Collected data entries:
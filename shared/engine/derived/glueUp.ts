/**
 * The glue-up sequence in stages: what to glue first, what can be glued at the same time, and
 * which parts go in dry because they must float. A frame-and-panel case is glued as two end
 * assemblies first (legs, side rails and stiles around floating side panels), then joined by the
 * front and back; the bottom and lid come last.
 */
import type { GlueUpStage, Part, PieceKind } from '../types.ts';
import { caseGlueUpStages } from './caseGlueUp.ts';

const ids = (parts: readonly Part[], test: (p: Part) => boolean): string[] => parts.filter(test).map((p) => p.id);
const isSide = (p: Part): boolean => p.id.startsWith('side-') || p.id.startsWith('left-') || p.id.startsWith('right-');
const isFrontBack = (p: Part): boolean => /^(front|back)(-back)?-/.test(p.id) && (p.role === 'rail' || p.role === 'stile' || p.role === 'panel');

/** Glue-up stages for a built piece of `kind`. */
export function glueUpStages(kind: PieceKind, parts: readonly Part[]): GlueUpStage[] {
  if (kind !== 'chest') return caseGlueUpStages(parts);
  const glued = parts.filter((p) => p.glueUp);
  const sideFrame = ids(parts, (p) => isSide(p) && (p.role === 'rail' || p.role === 'stile'));
  const sidePanels = ids(parts, (p) => isSide(p) && p.role === 'panel');
  const frontBackFrame = ids(parts, (p) => isFrontBack(p) && p.role !== 'panel');
  const frontBackPanels = ids(parts, (p) => isFrontBack(p) && p.role === 'panel');
  const legs = ids(parts, (p) => p.role === 'leg');
  return [
    {
      stage: 1, title: 'Panels from boards, and the two end assemblies',
      steps: [
        ...glued.map((p) => ({ title: `Edge-glue the ${p.name.toLowerCase()} from ${p.glueUp!.boards} boards`, partIds: [p.id], notes: ['Alternate clamps above and below; flatten after the glue cures.'] })),
        { title: 'Glue each end: two legs, the side rails and stiles, with the side panels in dry', partIds: [...legs, ...sideFrame, ...sidePanels], notes: ['Glue only the tongues of the rails and stiles; keep glue out of the panel grooves.', 'Check each end for square across its diagonals.'] },
      ],
      floatingPartIds: sidePanels,
    },
    {
      stage: 2, title: 'Join the ends with the front and back',
      steps: [{ title: 'Glue the front and back rails and stiles into the ends, with the front and back panels in dry', partIds: [...frontBackFrame, ...frontBackPanels, ...legs], notes: ['Dry-fit first; check the case for square and flat on a flat surface.'] }],
      floatingPartIds: frontBackPanels,
    },
    {
      stage: 3, title: 'Cleats and bottom',
      steps: [
        { title: 'Glue and screw the cleats inside the bottom rails', partIds: ids(parts, (p) => p.role === 'cleat'), notes: ['Cleat tops level with each other so the bottom sits flat.'] },
        { title: 'Drop the bottom in onto the cleats', partIds: ids(parts, (p) => p.role === 'bottom'), notes: ['No glue: screw it to the cleats if it must not lift.'] },
      ],
      floatingPartIds: ids(parts, (p) => p.role === 'bottom'),
    },
    {
      stage: 4, title: 'Lid battens and hinges',
      steps: [
        { title: 'Screw the battens to the lid through their slots', partIds: ids(parts, (p) => p.role === 'batten' || p.role === 'lid'), notes: ['Screws at the centre of each slot; glue, if any, only at the back screw.'] },
        { title: 'Hang the lid on its hinges', partIds: ids(parts, (p) => p.role === 'lid' || p.id.startsWith('back-') && p.role === 'rail'), notes: ['Fit the lid support and check that it holds the lid open in any position.'] },
      ],
      floatingPartIds: ids(parts, (p) => p.role === 'lid'),
    },
  ];
}
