/**
 * The glue-up sequence in stages: what to glue first, what can be glued at the same time, and
 * which parts go in dry because they must float. A frame-and-panel case is glued as two end
 * assemblies first (legs, side rails and stiles around floating side panels), then joined by the
 * front and back; the bottom and lid come last.
 */
import type { GlueUpStage, Part, PieceKind } from '../types.ts';
import { caseGlueUpStages } from './caseGlueUp.ts';

const isSide = (p: Part): boolean => p.id.startsWith('side-') || p.id.startsWith('left-') || p.id.startsWith('right-');
const isFrontBack = (p: Part): boolean => /^(front|back)(-back)?-/.test(p.id) && (p.role === 'rail' || p.role === 'stile' || p.role === 'panel');

/** Glue-up stages for a built piece of `kind`. */
export function glueUpStages(kind: PieceKind, parts: readonly Part[]): GlueUpStage[] {
  if (kind !== 'chest') return caseGlueUpStages(parts);
  // One pass sorting part ids into the stages' lists, each in part order: this runs on every
  // rebuild, and a filter per list read every part a dozen times.
  const glued: Part[] = [];
  const sideFrame: string[] = [];
  const sidePanels: string[] = [];
  const frontBackFrame: string[] = [];
  const frontBackPanels: string[] = [];
  const legs: string[] = [];
  const cleats: string[] = [];
  const bottoms: string[] = [];
  const lidAndBattens: string[] = [];
  const lidAndBackRails: string[] = [];
  const lids: string[] = [];
  for (const p of parts) {
    if (p.glueUp) glued.push(p);
    const side = isSide(p);
    const frontBack = isFrontBack(p);
    const frame = p.role === 'rail' || p.role === 'stile';
    if (side && frame) sideFrame.push(p.id);
    if (side && p.role === 'panel') sidePanels.push(p.id);
    if (frontBack && p.role !== 'panel') frontBackFrame.push(p.id);
    if (frontBack && p.role === 'panel') frontBackPanels.push(p.id);
    if (p.role === 'leg') legs.push(p.id);
    if (p.role === 'cleat') cleats.push(p.id);
    if (p.role === 'bottom') bottoms.push(p.id);
    if (p.role === 'batten' || p.role === 'lid') lidAndBattens.push(p.id);
    if (p.role === 'lid' || (p.id.startsWith('back-') && p.role === 'rail')) lidAndBackRails.push(p.id);
    if (p.role === 'lid') lids.push(p.id);
  }
  return [
    {
      stage: 1, title: 'Panels from boards, and the two end assemblies',
      steps: [
        ...glued.map((p) => ({ title: `Edge-glue the ${p.name.toLowerCase()} from ${p.glueUp!.boards} boards`, partIds: [p.id], notes: ['Alternate clamps above and below; flatten after the glue cures.'] })),
        { title: 'Glue each end: two legs, the side rails and stiles, with the side panels in dry', partIds: [...legs, ...sideFrame, ...sidePanels], notes: ['Glue only the tongues of the rails and stiles; keep glue out of the panel grooves.', 'Check each end for square across its diagonals.'] },
      ],
      floatingPartIds: sidePanels,
    },
    {
      stage: 2, title: 'Join the ends with the front and back',
      steps: [{ title: 'Glue the front and back rails and stiles into the ends, with the front and back panels in dry', partIds: [...frontBackFrame, ...frontBackPanels, ...legs], notes: ['Dry-fit first; check the case for square and flat on a flat surface.'] }],
      floatingPartIds: frontBackPanels,
    },
    {
      stage: 3, title: 'Cleats and bottom',
      steps: [
        { title: 'Glue and screw the cleats inside the bottom rails', partIds: cleats, notes: ['Cleat tops level with each other so the bottom sits flat.'] },
        { title: 'Drop the bottom in onto the cleats', partIds: bottoms, notes: ['No glue: screw it to the cleats if it must not lift.'] },
      ],
      floatingPartIds: bottoms.slice(),
    },
    {
      stage: 4, title: 'Lid battens and hinges',
      steps: [
        { title: 'Screw the battens to the lid through their slots', partIds: lidAndBattens, notes: ['Screws at the centre of each slot; glue, if any, only at the back screw.'] },
        { title: 'Hang the lid on its hinges', partIds: lidAndBackRails, notes: ['Fit the lid support and check that it holds the lid open in any position.'] },
      ],
      floatingPartIds: lids,
    },
  ];
}
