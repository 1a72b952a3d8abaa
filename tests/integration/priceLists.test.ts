import { afterAll, beforeAll, describe, expect, it } from 'vitest';
import { QueryTypes } from 'sequelize';
import { priceListCsvErrors, priceListResponse } from '../../shared/schemas/priceLists.ts';
import { DEMO_PRICE_LIST } from '../../server/db/demoPriceList.ts';
import { DEMO_WORKSHOP, seedDemo } from '../../server/db/seed.ts';
import { anonymous, invitationTokens, signUp, startApi, type Api } from './support/api.ts';
import { makeShop, type Shop } from './support/world.ts';

let api: Api;
let shop: Shop;
let path: string;

beforeAll(async () => {
  api = await startApi();
  shop = await makeShop(api.app, 'prices', invitationTokens(api.mailbox));
  path = `/api/workshops/${shop.workshopId}/price-list`;
});
afterAll(() => api.close());

// Invented prices for the tests, not market prices.
const LIST = {
  currency: 'USD',
  items: [
    { kind: 'lumber', speciesId: 'white-oak', quarters: 4, pricePerBoardFootCents: 875 },
    { kind: 'sheet', sheetId: 'hardwood-plywood-3/4', pricePerSheetCents: 9400 },
    { kind: 'hardware', itemId: 'lid-stay', name: 'Lid support hinge', unit: 'pair', pricePerUnitCents: 4250 },
  ],
};

const GOOD_CSV = [
  'kind,item,thickness,price,unit,name',
  'lumber,white-oak,4/4,9.10,,',
  'lumber,white-oak,8/4,11.40,,',
  'sheet,hardwood-plywood-1/4,,48.00,,',
  'finish,oil-quart,,27.50,quart,Hardwax oil',
].join('\n');

describe('price list', () => {
  it('is empty in US dollars for a workshop that never saved one, and members may read it', async () => {
    const fresh = await signUp(api.app, 'prices-fresh');
    const workshopId = (await fresh.post('/api/workshops', { name: 'Fresh shop' })).body.id;
    const res = await fresh.get(`/api/workshops/${workshopId}/price-list`);
    expect(res.status).toBe(200);
    expect(priceListResponse.parse(res.body)).toEqual({ priceList: { currency: 'USD', items: [] }, updatedAt: null, updatedBy: null });
  });

  it('is replaced whole by the owner and read back by every member', async () => {
    const saved = await shop.owner.put(path, LIST);
    expect(saved.status).toBe(200);
    expect(saved.body.priceList).toEqual(LIST);
    expect(saved.body.updatedBy).toBe(shop.owner.user!.name);
    for (const member of [shop.designer, shop.reviewer]) {
      const read = await member.get(path);
      expect(read.status).toBe(200);
      expect(priceListResponse.parse(read.body).priceList).toEqual(LIST);
    }
  });

  it('is read-only for designers and reviewers: writes answer 403 and change nothing', async () => {
    await shop.owner.put(path, LIST);
    for (const member of [shop.designer, shop.reviewer]) {
      const put = await member.put(path, { currency: 'USD', items: [] });
      expect(put.status).toBe(403);
      expect(put.body.error.code).toBe('forbidden');
      const csv = await member.post(`${path}/csv`, GOOD_CSV);
      expect(csv.status).toBe(403);
    }
    expect((await shop.owner.get(path)).body.priceList).toEqual(LIST);
  });

  it('is hidden from outsiders (404) and from anyone not signed in (401)', async () => {
    const outsider = await signUp(api.app, 'prices-outsider');
    expect((await outsider.get(path)).status).toBe(404);
    expect((await (await anonymous(api.app)).get(path)).status).toBe(401);
  });

  it('refuses a list that prices the same thing twice or a negative price, naming the row', async () => {
    const twice = await shop.owner.put(path, { currency: 'USD', items: [LIST.items[0], { ...LIST.items[0], pricePerBoardFootCents: 900 }] });
    expect(twice.status).toBe(400);
    expect(twice.body.error.details[0].path).toBe('items.1');
    const negative = await shop.owner.put(path, { currency: 'USD', items: [{ ...LIST.items[1], pricePerSheetCents: -1 }] });
    expect(negative.status).toBe(400);
    expect(negative.body.error.details[0].path).toBe('items.0.pricePerSheetCents');
  });

  it('saves nothing from a CSV with one bad row, and names its line', async () => {
    await shop.owner.put(path, LIST);
    const bad = [GOOD_CSV.split('\n')[0], 'lumber,white-oak,4/4,9.10,,', 'lumber,white-oak,5/8,9.10,,', 'sheet,hardwood-plywood-1/4,,48.00,,'].join('\n');
    const res = await shop.owner.post(`${path}/csv`, bad);
    expect(res.status).toBe(400);
    expect(res.body.error.code).toBe('invalid_csv');
    const { errors } = priceListCsvErrors.parse(res.body.error.details);
    expect(errors).toEqual([{ line: 3, column: 'thickness', message: expect.stringContaining('5/8') }]);
    expect((await shop.owner.get(path)).body.priceList).toEqual(LIST);
  });

  it('replaces the whole list from a good CSV, keeping the list currency', async () => {
    await shop.owner.put(path, { ...LIST, currency: 'CAD' });
    const res = await shop.owner.post(`${path}/csv`, GOOD_CSV);
    expect(res.status).toBe(200);
    const { priceList } = priceListResponse.parse(res.body);
    expect(priceList.currency).toBe('CAD');
    expect(priceList.items).toEqual([
      { kind: 'lumber', speciesId: 'white-oak', quarters: 4, pricePerBoardFootCents: 910 },
      { kind: 'lumber', speciesId: 'white-oak', quarters: 8, pricePerBoardFootCents: 1140 },
      { kind: 'sheet', sheetId: 'hardwood-plywood-1/4', pricePerSheetCents: 4800 },
      { kind: 'finish', itemId: 'oil-quart', name: 'Hardwax oil', unit: 'quart', pricePerUnitCents: 2750 },
    ]);
    expect((await shop.designer.get(path)).body.priceList).toEqual(priceList);
  });

  it('takes the currency of an upload from ?currency= and refuses one that is not a code', async () => {
    const res = await shop.owner.post(`${path}/csv?currency=EUR`, GOOD_CSV);
    expect(res.body.priceList.currency).toBe('EUR');
    expect((await shop.owner.post(`${path}/csv?currency=euros`, GOOD_CSV)).status).toBe(400);
  });

  it('refuses an upload that is not CSV text (415) and a NUL character by its line', async () => {
    const json = await shop.owner.post(`${path}/csv`, { csv: GOOD_CSV });
    expect(json.status).toBe(415);
    const nul = await shop.owner.post(`${path}/csv`, `${GOOD_CSV}\nhardware,hinge,,3.00,each,Bad\u0000name`);
    expect(nul.status).toBe(400);
    expect(nul.body.error.details.errors[0].line).toBe(6);
  });
});

describe('the demo price list', () => {
  it('is seeded for the demo workshop once, and a second seed keeps an owner\'s edits', async () => {
    await seedDemo(api.sequelize);
    const workshop = await api.sequelize.query<{ id: string }>('SELECT id FROM workshops WHERE name = :name', { type: QueryTypes.SELECT, replacements: { name: DEMO_WORKSHOP }, plain: true });
    const read = async () => (await api.sequelize.query<{ items: unknown[] }>('SELECT items FROM price_lists WHERE workshop_id = :id', { type: QueryTypes.SELECT, replacements: { id: workshop!.id }, plain: true }))!.items;
    expect(await read()).toEqual(DEMO_PRICE_LIST.items);
    await api.sequelize.query(`UPDATE price_lists SET items = '[]'::jsonb WHERE workshop_id = :id`, { replacements: { id: workshop!.id } });
    await seedDemo(api.sequelize);
    expect(await read()).toEqual([]);
    await api.sequelize.query('UPDATE price_lists SET items = :items::jsonb WHERE workshop_id = :id', { replacements: { id: workshop!.id, items: JSON.stringify(DEMO_PRICE_LIST.items) } });
  });
});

● **PROBLEM TO WORK ON**
Looking over the entries above, how many lines contain the string "true"? State the number and nothing else.

● **WORKED SOLUTION**
2